== TASK DESCRIPTION ==
The number of lines with the string "existsSync" in the listing below is all that should be reported.
Segment Open
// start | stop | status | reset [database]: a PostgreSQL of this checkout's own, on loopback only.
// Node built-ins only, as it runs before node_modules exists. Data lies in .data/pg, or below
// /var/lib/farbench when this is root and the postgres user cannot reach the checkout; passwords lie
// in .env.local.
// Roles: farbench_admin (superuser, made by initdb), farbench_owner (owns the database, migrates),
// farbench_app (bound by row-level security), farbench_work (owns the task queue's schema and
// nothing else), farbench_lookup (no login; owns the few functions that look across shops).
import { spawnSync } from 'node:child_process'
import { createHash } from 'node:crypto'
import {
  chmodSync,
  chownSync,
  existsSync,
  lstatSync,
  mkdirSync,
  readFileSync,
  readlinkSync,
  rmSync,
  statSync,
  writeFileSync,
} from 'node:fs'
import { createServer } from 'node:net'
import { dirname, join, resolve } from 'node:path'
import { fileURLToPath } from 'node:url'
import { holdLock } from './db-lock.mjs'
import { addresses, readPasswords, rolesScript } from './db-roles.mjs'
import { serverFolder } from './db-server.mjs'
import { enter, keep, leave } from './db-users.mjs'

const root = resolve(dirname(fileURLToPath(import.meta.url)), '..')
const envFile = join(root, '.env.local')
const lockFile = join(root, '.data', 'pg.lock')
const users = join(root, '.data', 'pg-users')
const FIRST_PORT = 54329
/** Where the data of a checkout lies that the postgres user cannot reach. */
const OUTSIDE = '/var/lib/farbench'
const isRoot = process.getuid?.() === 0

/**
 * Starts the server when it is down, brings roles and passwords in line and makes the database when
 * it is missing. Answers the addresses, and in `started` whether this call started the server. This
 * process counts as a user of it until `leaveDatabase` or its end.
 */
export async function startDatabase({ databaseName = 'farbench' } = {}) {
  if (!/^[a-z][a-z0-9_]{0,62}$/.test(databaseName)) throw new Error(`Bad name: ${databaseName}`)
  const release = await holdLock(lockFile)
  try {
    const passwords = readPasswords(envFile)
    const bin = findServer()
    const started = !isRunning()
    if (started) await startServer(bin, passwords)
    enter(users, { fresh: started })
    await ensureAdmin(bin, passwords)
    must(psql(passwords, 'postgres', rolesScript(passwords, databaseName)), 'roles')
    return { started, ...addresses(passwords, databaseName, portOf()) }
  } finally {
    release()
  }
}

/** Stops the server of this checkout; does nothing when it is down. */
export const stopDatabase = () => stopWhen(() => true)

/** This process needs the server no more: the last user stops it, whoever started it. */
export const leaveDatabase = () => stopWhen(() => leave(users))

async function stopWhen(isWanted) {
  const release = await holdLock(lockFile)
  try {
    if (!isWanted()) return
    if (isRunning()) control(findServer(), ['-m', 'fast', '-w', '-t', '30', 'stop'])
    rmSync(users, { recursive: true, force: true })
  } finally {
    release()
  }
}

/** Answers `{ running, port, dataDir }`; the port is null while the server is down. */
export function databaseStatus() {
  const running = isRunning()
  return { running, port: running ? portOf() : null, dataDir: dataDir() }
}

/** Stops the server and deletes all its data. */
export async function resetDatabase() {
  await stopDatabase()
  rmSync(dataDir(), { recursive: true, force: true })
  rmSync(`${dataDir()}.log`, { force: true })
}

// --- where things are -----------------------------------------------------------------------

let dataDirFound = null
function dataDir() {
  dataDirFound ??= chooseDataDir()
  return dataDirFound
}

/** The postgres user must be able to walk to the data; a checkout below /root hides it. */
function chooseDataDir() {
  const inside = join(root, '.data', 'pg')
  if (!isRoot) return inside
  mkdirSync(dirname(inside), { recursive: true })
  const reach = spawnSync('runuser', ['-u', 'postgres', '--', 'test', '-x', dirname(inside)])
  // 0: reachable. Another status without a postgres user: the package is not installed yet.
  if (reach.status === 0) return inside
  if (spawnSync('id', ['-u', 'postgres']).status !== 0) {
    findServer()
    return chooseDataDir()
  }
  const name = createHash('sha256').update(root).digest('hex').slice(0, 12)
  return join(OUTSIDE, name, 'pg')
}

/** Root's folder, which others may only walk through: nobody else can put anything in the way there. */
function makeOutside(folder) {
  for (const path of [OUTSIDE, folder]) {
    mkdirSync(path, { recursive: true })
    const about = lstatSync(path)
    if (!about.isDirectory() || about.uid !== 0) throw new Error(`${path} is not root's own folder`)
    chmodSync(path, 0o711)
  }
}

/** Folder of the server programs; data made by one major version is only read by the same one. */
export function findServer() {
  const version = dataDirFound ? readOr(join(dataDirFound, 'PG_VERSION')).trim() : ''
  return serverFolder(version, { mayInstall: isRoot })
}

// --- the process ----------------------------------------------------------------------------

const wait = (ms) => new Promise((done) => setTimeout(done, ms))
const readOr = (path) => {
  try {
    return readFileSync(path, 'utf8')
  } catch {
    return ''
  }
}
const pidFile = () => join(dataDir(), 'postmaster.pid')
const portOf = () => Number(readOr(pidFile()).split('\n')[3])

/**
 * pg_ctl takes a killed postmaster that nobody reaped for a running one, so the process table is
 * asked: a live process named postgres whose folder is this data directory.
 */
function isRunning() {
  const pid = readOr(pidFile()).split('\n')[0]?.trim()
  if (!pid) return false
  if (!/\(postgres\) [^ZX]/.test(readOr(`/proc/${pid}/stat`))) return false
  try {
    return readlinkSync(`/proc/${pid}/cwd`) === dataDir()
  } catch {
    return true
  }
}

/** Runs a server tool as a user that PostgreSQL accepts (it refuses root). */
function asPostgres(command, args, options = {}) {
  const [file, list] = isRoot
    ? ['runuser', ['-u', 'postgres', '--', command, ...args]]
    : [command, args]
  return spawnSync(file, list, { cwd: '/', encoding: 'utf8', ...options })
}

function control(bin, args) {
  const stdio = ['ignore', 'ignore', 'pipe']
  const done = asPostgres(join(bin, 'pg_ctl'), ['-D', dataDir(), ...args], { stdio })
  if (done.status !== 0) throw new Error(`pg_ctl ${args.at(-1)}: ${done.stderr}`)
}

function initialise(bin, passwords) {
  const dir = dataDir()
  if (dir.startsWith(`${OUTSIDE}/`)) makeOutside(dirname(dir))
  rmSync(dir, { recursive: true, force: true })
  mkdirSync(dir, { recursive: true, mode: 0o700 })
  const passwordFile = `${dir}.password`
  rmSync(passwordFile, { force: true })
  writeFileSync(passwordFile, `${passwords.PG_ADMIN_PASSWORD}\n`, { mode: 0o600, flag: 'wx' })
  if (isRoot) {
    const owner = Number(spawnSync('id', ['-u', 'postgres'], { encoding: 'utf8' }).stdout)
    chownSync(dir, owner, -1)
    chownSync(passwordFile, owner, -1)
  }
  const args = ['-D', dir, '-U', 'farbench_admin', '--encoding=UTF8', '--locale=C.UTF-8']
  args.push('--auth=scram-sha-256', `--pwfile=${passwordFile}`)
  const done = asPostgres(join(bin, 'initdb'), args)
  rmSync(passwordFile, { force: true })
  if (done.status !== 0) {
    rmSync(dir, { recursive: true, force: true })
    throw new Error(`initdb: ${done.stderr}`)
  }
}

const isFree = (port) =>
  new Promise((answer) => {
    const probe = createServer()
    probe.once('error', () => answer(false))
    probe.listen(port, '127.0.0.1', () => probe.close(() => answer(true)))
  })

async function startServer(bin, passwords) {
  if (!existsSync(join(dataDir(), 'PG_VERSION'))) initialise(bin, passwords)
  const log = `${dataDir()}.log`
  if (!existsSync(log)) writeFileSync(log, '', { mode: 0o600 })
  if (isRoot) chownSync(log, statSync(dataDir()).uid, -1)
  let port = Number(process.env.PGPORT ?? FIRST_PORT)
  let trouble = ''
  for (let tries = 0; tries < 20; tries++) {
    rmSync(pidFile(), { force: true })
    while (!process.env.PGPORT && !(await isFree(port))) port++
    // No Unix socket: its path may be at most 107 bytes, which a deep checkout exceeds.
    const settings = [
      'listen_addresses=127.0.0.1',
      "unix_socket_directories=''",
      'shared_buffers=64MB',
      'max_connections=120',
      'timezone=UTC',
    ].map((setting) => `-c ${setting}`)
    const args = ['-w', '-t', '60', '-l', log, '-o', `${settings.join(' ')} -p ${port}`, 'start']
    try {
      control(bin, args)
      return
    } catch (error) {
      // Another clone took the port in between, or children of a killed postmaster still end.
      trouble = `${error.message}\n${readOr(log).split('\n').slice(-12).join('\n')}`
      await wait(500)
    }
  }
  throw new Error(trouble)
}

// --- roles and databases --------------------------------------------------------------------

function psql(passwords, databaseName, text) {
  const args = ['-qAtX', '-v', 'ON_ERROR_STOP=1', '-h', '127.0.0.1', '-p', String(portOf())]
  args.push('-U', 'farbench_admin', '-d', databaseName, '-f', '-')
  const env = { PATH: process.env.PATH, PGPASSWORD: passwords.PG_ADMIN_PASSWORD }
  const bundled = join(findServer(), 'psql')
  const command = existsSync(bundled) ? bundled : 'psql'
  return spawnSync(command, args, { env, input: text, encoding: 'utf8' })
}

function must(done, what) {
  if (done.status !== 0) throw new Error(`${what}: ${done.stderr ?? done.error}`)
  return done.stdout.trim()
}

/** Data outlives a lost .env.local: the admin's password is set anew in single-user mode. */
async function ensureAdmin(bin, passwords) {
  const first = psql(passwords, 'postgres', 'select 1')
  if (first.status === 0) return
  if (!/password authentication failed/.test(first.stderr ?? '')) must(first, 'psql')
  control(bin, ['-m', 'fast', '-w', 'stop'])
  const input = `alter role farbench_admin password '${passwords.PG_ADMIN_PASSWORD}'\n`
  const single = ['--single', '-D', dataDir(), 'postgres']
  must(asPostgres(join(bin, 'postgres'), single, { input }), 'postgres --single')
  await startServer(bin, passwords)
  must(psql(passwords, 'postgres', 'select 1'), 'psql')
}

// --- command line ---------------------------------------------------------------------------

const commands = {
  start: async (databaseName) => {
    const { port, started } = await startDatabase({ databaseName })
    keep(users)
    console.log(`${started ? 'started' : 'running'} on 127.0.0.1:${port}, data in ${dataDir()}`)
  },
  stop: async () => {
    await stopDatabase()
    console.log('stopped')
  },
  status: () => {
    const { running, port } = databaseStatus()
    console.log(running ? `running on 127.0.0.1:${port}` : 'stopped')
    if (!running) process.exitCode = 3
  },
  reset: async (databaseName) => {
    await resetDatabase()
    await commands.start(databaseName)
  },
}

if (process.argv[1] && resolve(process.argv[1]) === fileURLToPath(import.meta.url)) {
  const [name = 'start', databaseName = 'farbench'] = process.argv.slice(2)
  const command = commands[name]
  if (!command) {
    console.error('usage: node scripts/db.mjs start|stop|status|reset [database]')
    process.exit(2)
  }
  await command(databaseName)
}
Segment Closed
== THE COMPLETED TASK ==
4